(Records contained in a dataset)
★ ★ ★ ★ ★

def test_scaling_efficiency_has_one_definition_locally_and_on_the_fleet(cluster, tmp_path):
    # One K = 2 profile run by a local sweep and by the fleet: both store
    # scaling_eff = X(2) / (2 X(1)) with X(1) = 1000 / mean latency of the K = 1 row (one
    # closed-loop stream, Little's law with L = 1). The fleet used 1000 / p50 (the row's fps)
    # until both went through sweep.pipeline.run_point.
    from speedbench.fleet import run_fleet_sweep
    from speedbench.sweep import run_sweep

    _, client = cluster
    path = write_profile(tmp_path, sizes=(64,), proposals=(10,), concurrency=(1, 2))
    local = load_run(run_sweep(path, out_dir=tmp_path / "local", quiet=True, stream=open(os.devnull, "w")))
    runs = run_fleet_sweep(path, client, out_dir=tmp_path / "fleet", hosts="a", quiet=True,
                           stream=open(os.devnull, "w"))
    fleet = load_run(runs["a"])
    for df in (local, fleet):
        assert sorted(df["concurrency"]) == [1, 2] and set(df["status"]) == {"ok"}
        one, two = df[df.concurrency == 1].iloc[0], df[df.concurrency == 2].iloc[0]
        assert two["scaling_eff"] == pytest.approx(two["tput_fps"] / (2 * 1000.0 / one["lat_mean_ms"]), rel=1e-9)
        # the p50 baseline is another number, so the check above can tell the two apart
        assert two["scaling_eff"] != pytest.approx(two["tput_fps"] / (2 * one["fps"]), rel=1e-9)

★ ★ ★ ★ ★

Work order ::
In the records above, locate every line with the string "import" and copy it.

Answer section ::
    from speedbench.fleet import run_fleet_sweep
    from speedbench.sweep import run_sweep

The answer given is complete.